**HOW TO COMPLETE THIS TASK:**
In the listing below, the lines starting with the line with "missing must be" and going on through the line with "[1], [1], missing=1.2)" are to be reproduced exactly, and only those.

**MATERIAL FOR THIS TASK:**
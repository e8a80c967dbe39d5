"""The missing row of a factor (docs/rating-table.md, Factor files): round trip, files and refusals.

Invented tables (tests/_builders.py) with a missing row added by hand; the expected file lines are
the format's rules written out.
"""

from __future__ import annotations

import dataclasses
import math
from pathlib import Path

import numpy as np
import pandas as pd
import pytest

from rating_tables import (
    MISSING_LABEL,
    CategoricalFactor,
    MissingRow,
    NumericFactor,
    TableError,
    audit,
    impact,
    load,
    save,
    write_exhibit,
)

from _builders import edit_text, example_table


def with_missing_rows(age_row: MissingRow | None = None, region_row: MissingRow | None = None):
    """The example table with missing rows on `age` (numeric) and `region` (categorical)."""
    table = example_table()
    age = dataclasses.replace(table.factor("age"), missing=age_row or MissingRow(1.3, 40.0))
    region = dataclasses.replace(table.factor("region"), missing=region_row or MissingRow(1.1, 25.5))
    return dataclasses.replace(table, factors=(age, region, *table.factors[2:]))


@pytest.fixture
def saved(tmp_path) -> Path:
    folder = tmp_path / "TABLE"
    save(with_missing_rows(), folder)
    return folder


def test_missing_row_label_and_values():
    assert MISSING_LABEL == "(missing)"
    row = MissingRow(1, 2)
    assert (row.relativity, row.exposure) == (1.0, 2.0) and isinstance(row.relativity, float)
    assert math.isnan(row.indicated) and math.isnan(row.credibility)
    assert row == MissingRow(1.0, 2.0, math.nan, math.nan)  # NaN equals NaN
    assert row != MissingRow(1.0, 2.5)


def test_the_missing_row_is_not_a_band_or_level():
    table = with_missing_rows()
    age, region = table.factor("age"), table.factor("region")
    assert age.labels() == ["[-inf, 25)", "[25, 60)", "[60, inf)"]
    assert region.labels() == ["North", "South", "Coast"]
    assert age.relativity.tolist() == [1.5, 1.0, 1.25] and region.exposure.tolist() == [600.0, 400.0, 220.0]
    assert age.missing == MissingRow(1.3, 40.0)


def test_the_missing_row_is_written_last_with_empty_keys(saved):
    assert (saved / "factors/age.csv").read_text().splitlines() == [
        "lower,upper,relativity,exposure",
        "-inf,25.0,1.5,120.0",
        "25.0,60.0,1.0,800.0",
        "60.0,inf,1.25,300.0",
        ",,1.3,40.0",
    ]
    assert (saved / "factors/region.csv").read_text().splitlines() == [
        "level,relativity,exposure",
        "North,1.0,600.0",
        "South,0.875,400.0",
        "Coast,1.5,220.0",
        ",1.1,25.5",
    ]


def test_round_trip_with_missing_rows_gives_an_equal_table_and_the_same_bytes(saved, tmp_path):
    loaded = load(saved)
    assert loaded == with_missing_rows()
    assert loaded != example_table()
    save(loaded, tmp_path / "AGAIN")
    for name in ("table.json", "factors/age.csv", "factors/region.csv", "factors/bonus.csv"):
        assert (saved / name).read_bytes() == (tmp_path / "AGAIN" / name).read_bytes()


def test_round_trip_keeps_the_optional_columns_of_a_missing_row(tmp_path):
    """indicated and credibility of a missing row are written in the factor's columns (empty when NaN)."""
    table = example_table()
    age = dataclasses.replace(
        table.factor("age"),
        indicated=[1.49, 0.99, 1.26],
        credibility=[0.5, 1.0, 0.8],
        missing=MissingRow(1.3, 40.0, 1.27),
    )
    region = dataclasses.replace(
        table.factor("region"), credibility=[1.0, 0.9, 0.4], missing=MissingRow(1.1, 2.0, math.nan, 0.25)
    )
    table = dataclasses.replace(table, factors=(age, region, *table.factors[2:]))
    save(table, tmp_path / "T")
    assert (tmp_path / "T/factors/age.csv").read_text().splitlines()[-1] == ",,1.3,40.0,1.27,"
    assert (tmp_path / "T/factors/region.csv").read_text().splitlines()[-1] == ",1.1,2.0,0.25"
    assert load(tmp_path / "T") == table


@pytest.mark.parametrize(
    "name, old, new, message",
    [
        (
            "factors/region.csv",
            ",1.1,25.5\n",
            ",1.1,25.5\n,1.2,3.0\n",
            r"TABLE: factors/region.csv: factor 'region', data row 5 \(1-based\): a second row with empty level "
            r"\(data row 4 \(1-based\) is the first\); only the missing row leaves them empty, and a factor has at "
            r"most one$",
        ),
        (
            "factors/age.csv",
            ",,1.3,40.0\n",
            ",,1.3,40.0\n,,1.0,1.0\n",
            r"TABLE: factors/age.csv: factor 'age', data row 5 \(1-based\): a second row with empty lower and upper "
            r"\(data row 4 \(1-based\) is the first\)",
        ),
        (
            "factors/region.csv",
            "South,0.875",
            ",0.875",
            r"TABLE: factors/region.csv: factor 'region', data row 4 \(1-based\): a second row with empty level "
            r"\(data row 2 \(1-based\) is the first\)",
        ),
        (
            "factors/bonus.csv",
            "02,1.0",
            ",1.0",
            r"TABLE: factors/bonus.csv: factor 'bonus', data row 2 \(1-based\): the missing row \(empty level\) must be "
            r"the last data row$",
        ),
        (
            "factors/age.csv",
            "25.0,60.0,1.0",
            ",60.0,1.0",
            r"TABLE: factors/age.csv: factor 'age', data row 2 \(1-based\): column 'lower' holds '', not a number$",
        ),
        (
            "factors/age.csv",
            ",,1.3,40.0",
            "60.0,,1.3,40.0",
            r"TABLE: factors/age.csv: factor 'age', data row 4 \(1-based\): column 'upper' holds '', not a number$",
        ),
        (
            "factors/age.csv",
            ",,1.3,40.0",
            ",,0.0,40.0",
            r"TABLE: factors/age.csv: factor 'age', data row 4 \(1-based\), the missing row: relativity 0 must be finite "
            r"and > 0$",
        ),
        (
            "factors/region.csv",
            ",1.1,25.5",
            ",inf,25.5",
            r"TABLE: factors/region.csv: factor 'region', data row 4 \(1-based\), the missing row: relativity inf must be "
            r"finite and > 0$",
        ),
        (
            "factors/region.csv",
            ",1.1,25.5",
            ",1.1,-2",
            r"factor 'region', data row 4 \(1-based\), the missing row: exposure -2 must be finite and >= 0$",
        ),
        (
            "factors/region.csv",
            ",1.1,25.5",
            ",,25.5",
            r"factor 'region', data row 4 \(1-based\): column 'relativity' holds '', not a number$",
        ),
        (
            "factors/region.csv",
            "Coast,1.5",
            "(missing),1.5",
            r"factor 'region', data row 3 \(1-based\): level '\(missing\)' is the label of the missing row",
        ),
    ],
)
def test_bad_missing_rows_are_refused_naming_file_factor_and_row(saved, name, old, new, message):
    edit_text(saved, name, old, new)
    with pytest.raises(TableError, match=message) as caught:
        load(saved)
    assert str(caught.value).startswith(str(saved))


def test_an_interaction_key_stays_required(saved):
    """Two-way tables have no missing cell: an empty key field there is refused as before."""
    edit_text(saved, "factors/age__region.csv", "-inf,30.0,North", ",,North")
    with pytest.raises(TableError, match=r"age__region.csv: factor 'age__region', data row 1 \(1-based\): column "):
        load(saved)


@pytest.mark.parametrize(
    "values, message",
    [
        ({"relativity": 0.0, "exposure": 1.0}, r"^missing row: relativity 0 must be finite and > 0$"),
        ({"relativity": math.nan, "exposure": 1.0}, r"^missing row: relativity nan must be finite and > 0$"),
        ({"relativity": 1.0, "exposure": math.inf}, r"^missing row: exposure inf must be finite and >= 0$"),
        ({"relativity": 1.0, "exposure": 1.0, "indicated": -1.0}, r"^missing row: indicated -1 must be empty or"),
        ({"relativity": 1.0, "exposure": 1.0, "credibility": 1.5}, r"^missing row: credibility 1.5 must be empty or"),
        ({"relativity": "1.0", "exposure": 1.0}, r"^missing row: relativity '1.0' is not a number$"),
        ({"relativity": True, "exposure": 1.0}, r"^missing row: relativity True is not a number$"),
    ],
)
def test_missing_row_refuses_bad_values(values, message):
    with pytest.raises(TableError, match=message):
        MissingRow(**values)


def test_factors_refuse_what_load_refuses():
    with pytest.raises(TableError, match=r"factor 'age': missing must be a MissingRow or None, got 1.2"):
        NumericFactor("age", "none", [-np.inf], [np.inf], [1], [1], missing=1.2)
    with pytest.raises(TableError, match=r"the missing row: indicated is given but the factor has no indicated column"):
        CategoricalFactor("region", "none", ("A",), [1], [1], missing=MissingRow(1.0, 1.0, indicated=1.1))
    with pytest.raises(TableError, match=r"level '\(missing\)' is the label of the missing row"):
        CategoricalFactor("region", "none", ("A", MISSING_LABEL), [1, 1], [1, 1])


def test_the_exhibit_shows_the_missing_row_and_states_the_rules(tmp_path):
    openpyxl = pytest.importorskip("openpyxl")
    table = with_missing_rows()
    age = dataclasses.replace(
        table.factor("age"), credibility=[0.6, 1.0, 0.85], missing=MissingRow(1.3, 40.0, credibility=0.35)
    )
    table = dataclasses.replace(table, factors=(age, *table.factors[1:]))
    write_exhibit(table, tmp_path / "exhibit.xlsx")
    book = openpyxl.load_workbook(tmp_path / "exhibit.xlsx")
    age_rows = list(book["age"].iter_rows(values_only=True))
    assert age_rows[0] == (
        "Band",
        "Band label",
        "Lower (included)",
        "Upper (excluded)",
        "Relativity (indicated, rounded)",
        "Exposure (policy-year)",
        "Credibility",
    )
    assert age_rows[3] == ("60 and over", "[60, inf)", 60.0, None, 1.25, 300.0, 0.85)
    assert age_rows[4] == (MISSING_LABEL, None, None, None, 1.3, 40.0, 0.35)
    assert age_rows[5] == (None,) * 7  # then the note rows
    region_rows = list(book["region"].iter_rows(values_only=True))
    assert region_rows[4] == (MISSING_LABEL, 1.1, 25.5)
    assert list(book["bonus"].iter_rows(values_only=True))[3] == ("03", 1.25, 220.0)  # no missing row
    rows = [(row[0], row[4]) for row in book["Cover"].iter_rows(values_only=True)]
    start = rows.index(("Missing values and unknown levels", None))
    assert rows[start + 1 : start + 5] == [
        ("age", "a missing value is rated at the missing row, relativity 1.3"),
        (
            "region",
            "a missing value is rated at the missing row, relativity 1.1; a level not in the table is rated at "
            "the fallback level 'North', or refused with strict levels",
        ),
        (
            "bonus",
            "a missing value is refused (no missing row); a level not in the table is refused (no fallback or "
            "base level)",
        ),
        ("two-way tables", "a row whose value is missing on either side takes 1.0 from the two-way table"),
    ]


def test_impact_shows_missing_values_under_the_one_label():
    """None, NaN and empty text fall in one `(missing)` level, listed last, in a column of text and
    in a pandas categorical alike; premiums 100 -> 110 (+10 %) and 200 -> 180 (-10 %)."""
    book = pd.DataFrame({"region": ["North", None, "", "South", np.nan, "North"]})
    current = np.array([100.0, 100.0, 200.0, 100.0, 100.0, 200.0])
    proposed = np.array([110.0, 110.0, 180.0, 110.0, 110.0, 180.0])
    for column in (book["region"], book["region"].astype("category")):
        levels = impact(current, proposed, pd.DataFrame({"region": column}), ["region"])["by_factor"]["region"]
        assert [(x["level"], x["count"]) for x in levels] == [("North", 2), ("South", 1), (MISSING_LABEL, 3)]
        assert levels[2]["current_premium"] == 400.0 and levels[2]["proposed_premium"] == 400.0
        assert levels[2]["change"] == pytest.approx(0.0, abs=1e-15)


def test_the_audit_bounds_the_missing_row_but_leaves_it_out_of_order_and_base():
    """bonus is promised increasing (0.75, 1.0, 1.25) and its missing row 0.2 breaks neither the promise
    nor the base at 1; the bounds (0.5, 2) find it, 0.3 below the minimum. A factor whose only
    relativity at 1 is its missing row has no base level."""
    table = with_missing_rows(region_row=MissingRow(1.0, 25.5))
    bonus = dataclasses.replace(table.factor("bonus"), missing=MissingRow(0.2, 10.0))
    table = dataclasses.replace(table, factors=tuple(bonus if f.name == "bonus" else f for f in table.factors))
    assert audit(table) == []
    found = audit(table, bounds={"*": (0.5, 2.0)})
    assert [(v.check, v.factor, v.where) for v in found] == [("bounds", "bonus", MISSING_LABEL)]
    assert found[0].amount == pytest.approx(0.3, rel=1e-12)
    assert found[0].detail == "factor 'bonus', (missing): relativity 0.2 is below the minimum 0.5"
    no_base = dataclasses.replace(table.factor("age"), relativity=[1.5, 1.1, 1.25], missing=MissingRow(1.0, 1.0))
    table = dataclasses.replace(table, factors=(no_base, *table.factors[1:]))
    assert [(v.check, v.factor) for v in audit(table)] == [("base_level", "age")]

**ANSWER TO THIS PROBLEM:**
    with pytest.raises(TableError, match=r"factor 'age': missing must be a MissingRow or None, got 1.2"):
        NumericFactor("age", "none", [-np.inf], [np.inf], [1], [1], missing=1.2)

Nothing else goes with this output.